在表中所收集的案例中,几乎所有欺诈风险都源于参保人及其近亲友的主观故意(案例4 除外,参保人因社保卡保管不善被盗刷,参保人为受害人)。案例8 中,15 名参保人借助对特慢病经办流程、制度漏洞的熟悉程度,进行团伙诈骗;在案例5、9 中,参保人与他人形成共谋,允许他人冒用自己的社保卡和身份信息。参保人利用信息不对称进而故意隐瞒、伪造等行为是欺诈风险形成的前提,参保人也应是欺诈风险防范的中心点。上述欺诈行为的识别过程体现了如下特征:

识别主体:广泛且以医保部门为中心。参保人欺诈风险的识别方几乎包括了基本医疗保险的所有相关主体:欺诈人及利害相关人举报或自首(案例1、3)、医保部门在日常工作及专项整治中识别(大多数案例)、其他知情人举报(案例7)、其他部门履职过程中发现(案例2、7)。

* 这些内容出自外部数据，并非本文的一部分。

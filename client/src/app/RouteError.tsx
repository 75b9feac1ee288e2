import { isRouteErrorResponse, useRouteError } from 'react-router-dom';
import { Button } from '../shared/components/Button';
import { NotFoundNotice } from '../shared/components/NotFoundNotice';

/*
 * What a page shows when its code fails to load or throws while rendering. The message
 * is the error's own, never a stack. A failed code download usually means a new version
 * was deployed since the page was opened, so reloading is the remedy offered.
 */
export function RouteError() {
  const error = useRouteError();
  if (isRouteErrorResponse(error) && error.status === 404) return <NotFoundNotice />;
  const message = error instanceof Error ? error.message : 'An unexpected error occurred.';
  return (
    <section
      role="alert"
      aria-labelledby="route-error-title"
      className="mx-auto flex max-w-xl flex-col items-start gap-4 px-4 py-12"
    >
      <title>Something went wrong · Seedwake</title>
      <p className="font-mono text-sm tracking-wide text-danger-700">error</p>
      <h1 id="route-error-title" className="text-4xl font-semibold">
        This page could not be shown
      </h1>
      <p className="text-lg text-loam-700">
        Nothing you saved is lost. Reloading usually fixes it; if not, try again later.
      </p>
      <p className="rounded-seed bg-silt-100 px-3 py-2 font-mono text-sm break-words text-humus-900">
        {message}
      </p>
      <Button onClick={() => window.location.reload()}>Reload the page</Button>
    </section>
  );
}
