import { QueryClientProvider } from '@tanstack/react-query';
import type { ReactNode } from 'react';
import { UnitsProvider } from '../shared/lib/units';
import { queryClient } from './queryClient';

export function Providers({ children }: { children: ReactNode }) {
  return (
    <QueryClientProvider client={queryClient}>
      <UnitsProvider>{children}</UnitsProvider>
    </QueryClientProvider>
  );
}
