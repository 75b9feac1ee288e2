import { ApiRequestError } from '../lib/apiFetch';
import { NotFoundNotice } from './NotFoundNotice';
import { ErrorNotice } from './Notice';

/**
 * Why a detail page has nothing to show: a 404 reads as "no such …" (the same whether the
 * thing is gone or never shared), anything else as a failure that can be retried.
 */
export function LoadFailure({ error, what, onRetry }: { error: Error; what: string; onRetry: () => void }) {
  if (error instanceof ApiRequestError && error.status === 404) return <NotFoundNotice what={what} />;
  return <ErrorNotice title={`Seedwake could not load this ${what}`} error={error} onRetry={onRetry} />;
}
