import { Link } from 'react-router-dom';
import { buttonClasses } from './Button';

/** Said the same way whether the address is unknown or names something this person may not see. */
export function NotFoundNotice({ what = 'page' }: { what?: string }) {
  return (
    <section
      aria-labelledby="not-found-title"
      className="mx-auto flex max-w-xl flex-col items-start gap-4 py-12"
    >
      <p className="font-mono text-sm tracking-wide text-russet-700">404 · nothing at this depth</p>
      <h1 id="not-found-title" className="text-4xl font-semibold">
        No such {what}
      </h1>
      <p className="text-lg text-loam-700">
        The address may be mistyped, or the {what} may have been removed or never shared with you.
      </p>
      <Link to="/" className={buttonClasses('primary')}>
        Go to your workspace
      </Link>
    </section>
  );
}
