import { balanceInPlace, reduceToHessenbergInPlace } from './hessenberg';
import { hessenbergEigenvaluesInPlace } from './hqr';

export interface Complex {
  readonly re: number;
  readonly im: number;
}

/**
 * All n eigenvalues (with multiplicity, complex pairs adjacent) of a real square matrix:
 * balance → Hessenberg → shifted QR. The projection-matrix analysis needs the whole spectrum for the
 * damping ratio (|λ2|) and a trustworthy λ1 to shift the eigenvector iteration.
 * The input is not modified. Order is the solver's, not sorted.
 */
export function eigenvalues(matrix: readonly (readonly number[])[]): Complex[] {
  const a = matrix.map((row) => Float64Array.from(row));
  balanceInPlace(a);
  reduceToHessenbergInPlace(a);
  const { re, im } = hessenbergEigenvaluesInPlace(a);
  return Array.from(re, (value, k) => ({ re: value, im: im[k] }));
}

export function modulus(z: Complex): number {
  return Math.hypot(z.re, z.im);
}
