import { useId, type ChangeEvent, type InputHTMLAttributes } from 'react';

type TextFieldProps = {
  label: string;
  name: string;
  value: string;
  onChange: (event: ChangeEvent<HTMLInputElement>) => void;
  /** What the value means or what is expected, shown under the label. */
  hint?: string;
  /** The unit the number is in (seeds/m², ha), shown at the end of the input. */
  unit?: string;
  error?: string;
  type?: 'text' | 'email' | 'password' | 'number';
} & Pick<
  InputHTMLAttributes<HTMLInputElement>,
  'autoComplete' | 'inputMode' | 'required' | 'min' | 'max' | 'step' | 'spellCheck'
>;

/** A labelled input whose hint, unit and message are all tied to it for assistive technology. */
export function TextField({
  label,
  name,
  value,
  onChange,
  hint,
  unit,
  error,
  type = 'text',
  ...rest
}: TextFieldProps) {
  const id = useId();
  const hintId = `${id}-hint`;
  const unitId = `${id}-unit`;
  const errorId = `${id}-error`;
  const describedBy = [hint ? hintId : '', unit ? unitId : '', error ? errorId : '']
    .filter(Boolean)
    .join(' ');
  const invalid = error !== undefined;

  return (
    <div className="flex flex-col gap-1.5">
      <label htmlFor={id} className="font-medium text-humus-900">
        {label}
        {rest.required ? null : <span className="font-normal text-loam-600"> (optional)</span>}
      </label>
      {hint ? (
        <p id={hintId} className="text-sm text-loam-700">
          {hint}
        </p>
      ) : null}
      <div
        // The focus ring sits on the wrapper so it surrounds the unit as well as the input.
        className={`flex items-stretch overflow-hidden rounded-seed border bg-white transition-colors focus-within:border-humus-900 focus-within:outline-3 focus-within:outline-offset-2 focus-within:outline-clay-600 ${
          invalid ? 'border-danger-700 ring-1 ring-danger-700' : 'border-loam-400 hover:border-loam-600'
        }`}
      >
        <input
          id={id}
          name={name}
          type={type}
          value={value}
          onChange={onChange}
          aria-invalid={invalid}
          aria-describedby={describedBy || undefined}
          className="min-h-11 w-full min-w-0 bg-transparent px-3 py-2 text-base text-humus-900 placeholder:text-loam-500 focus-visible:outline-none"
          {...rest}
        />
        {unit ? (
          <span
            id={unitId}
            className="flex items-center border-l border-silt-300 bg-silt-100 px-3 text-sm text-loam-700"
          >
            {unit}
          </span>
        ) : null}
      </div>
      {error ? (
        <p id={errorId} className="flex items-start gap-1.5 text-sm font-medium text-danger-700">
          <span aria-hidden="true">✕</span>
          <span>{error}</span>
        </p>
      ) : null}
    </div>
  );
}
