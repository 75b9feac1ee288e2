import { useParams } from 'react-router-dom';
import { useProfile } from '../features/profiles/api';
import { ProfilePage } from '../features/profiles/ProfilePages';
import { SpeciesCardSection } from '../features/species-cards/SpeciesCardSection';
import { useCurrentWorkspace } from '../shared/lib/currentWorkspace';

/*
 * A species profile's page with its species card below: the profile comes from the
 * profiles feature, the card from the species-cards feature. The card shows once the
 * profile has loaded (the same cached request the profile page makes), so a missing
 * profile shows only its own "not found".
 */
export function ProfileRoute() {
  const { profileId = '' } = useParams();
  const workspace = useCurrentWorkspace();
  const profile = useProfile(workspace.id, profileId);
  return (
    <div className="flex flex-col gap-8">
      <ProfilePage />
      {profile.data ? (
        <SpeciesCardSection
          workspaceId={workspace.id}
          profileId={profile.data.id}
          profileName={profile.data.name}
          canEdit={workspace.role !== 'viewer'}
        />
      ) : null}
    </div>
  );
}
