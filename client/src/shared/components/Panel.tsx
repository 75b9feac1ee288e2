import type { ReactNode } from 'react';

/** A sheet on the page: the surface every form and list sits on. */
export function Panel({ children, className = '' }: { children: ReactNode; className?: string }) {
  return (
    <div className={`rounded-seed border border-silt-300 bg-white p-5 shadow-sheet sm:p-6 ${className}`}>
      {children}
    </div>
  );
}

/** Page title block: an eyebrow naming where you are, the title, and an optional lead. */
export function PageTitle({ eyebrow, title, lead }: { eyebrow?: string; title: string; lead?: ReactNode }) {
  return (
    <header className="flex flex-col gap-2">
      {eyebrow ? (
        <p className="text-sm font-semibold tracking-wide text-russet-700 uppercase">{eyebrow}</p>
      ) : null}
      <h1 className="text-3xl font-semibold sm:text-4xl">{title}</h1>
      {lead ? <div className="max-w-prose text-lg text-loam-700">{lead}</div> : null}
    </header>
  );
}
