/**
 * Whether the life-cycle graph of a non-negative matrix (edge j → i when A[i][j] > 0) contains a
 * loop. A non-negative matrix has spectral radius 0 exactly when it is nilpotent, i.e. when its graph
 * is acyclic (every individual's line dies out within n years). Deciding this on the graph is exact,
 * whereas a floating-point eigenvalue solver returns tiny non-zero roots for nilpotent matrices.
 * Kahn's topological sort: the graph is acyclic iff every node can be peeled off with in-degree 0.
 */
export function hasLifeCycleLoop(matrix: readonly (readonly number[])[]): boolean {
  const n = matrix.length;
  const inDegree = new Int32Array(n);
  for (let i = 0; i < n; i++) {
    for (let j = 0; j < n; j++) {
      if (matrix[i][j] > 0) inDegree[i]++;
    }
  }
  const ready: number[] = [];
  for (let i = 0; i < n; i++) if (inDegree[i] === 0) ready.push(i);
  let removed = 0;
  while (ready.length > 0) {
    const j = ready.pop() as number;
    removed++;
    for (let i = 0; i < n; i++) {
      if (matrix[i][j] > 0 && --inDegree[i] === 0) ready.push(i);
    }
  }
  return removed < n;
}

其中,医保部门是风险识别的“主力军”,其次为知情人举报或欺诈人自首,以及公安机关和人民法院识别。各个案例几乎都为单一主体(医保部门)直接识别出风险点,举报自首案例和其他部门识别的案例中,需要与医保部门协同识别,由医保部门核实确认。

风险识别阶段:均为事后识别。从风险识别阶段看,上述典型案例均为事后识别,这一现象首先说明事前风险识别的重要性。药店工作人员、医疗机构的医事服务人员是欺诈风险识别的“第一道防线”。他们在识别出冒用他人社保卡、要求伪造病例等道德风险后,会提出警告、拒绝非法服务,可从根本上阻断欺诈发生。其次,这也说明事前识别难度大,风险信息少,事中或事后识别,欺诈行为的证据链更为充分。

风险识别效率:半数案例为多频次发生。近半数案例均为欺诈主体多次行为后,才得以识别。这种现象一方面说明对欺诈风险的识别效果较差;另一方面说明医保欺诈风险识别具有一定难度,多数案例是在欺诈主体多次行动后,才被医保稽核人员发现数据异常,或被知情人举报。换言之,如果欺诈主体在一次欺诈行为后“及时收手”或行为隐蔽性强,则存在未被识别的可能性。

风险识别方式:传统方式为主。在表中的案例中,所有医保欺诈行为都是通过传统方式被识别,例如知情人举报、执法机关案件侦破、司法机关采证、医保稽核人员识别等。风险识别特征符合当前医保管理的一般方式,即通过工作人员的业务技能、工作经验以及工作流程控制识别出风险,对人工智能、大数据平台的利用率不高。

对策建议

锚定参保人信息避免身份冒用。第一,应普及人工智能方式以升级社保卡安全等级,提升身份识别系统,增加医保卡购药和挂号的人脸识别、指纹识别功能,加强第一道关口识别,避免人工识别误差;第二,部分地区仍使用特慢病纸质凭证、医事服务手工发票等,应尽快升级为电子信息卡或电子凭证,并指定特定的亲友代开药品。

实现信息合法共享并提升对称性。提升医保欺诈风险识别的准确率,关键是增强相关主体之间信息对称性。首先,应完善大数据监察系统,分病种限制药品及医事服务种类、数量、频次,进行事前控制和后台监察;建立跨医疗机构的信息共享平台,参保人发生异常多频次支付便及时预警。其次,应促进医疗保险和工伤保险、意外伤害补偿的信息对接,工伤保险对医疗费用报销后,应将信息及时反馈给医保部门及相关医疗机构;鼓励意外伤害责任方在承担赔偿责任的同时,及时告知医疗机构相关信息,医疗机构进行系统标识和票据标识,避免医保基金错误支付。再次,建立跨统筹区的信息共享平台,实现异地就医即时结算、信息互通。

重视参保人的“信息源”建设。激励参保人和知情人及时公开信息,可实现欺诈风险的源头治理。首先,应将医保稽查专项整治活动常态化,提升欺诈行为成本,形成持续压力,敦促欺诈主体自首,并促进广大参保人遵规守纪。其次,健全奖励机制,畅通信息提供渠道,激励知情者主动提供风险信息,并保障信息提供者的安全。再次,打破欺诈主体与医事服务人员及其他人员的共谋利益链,依法加大对共谋者的惩处力度,鼓励相关工作人员依规履职。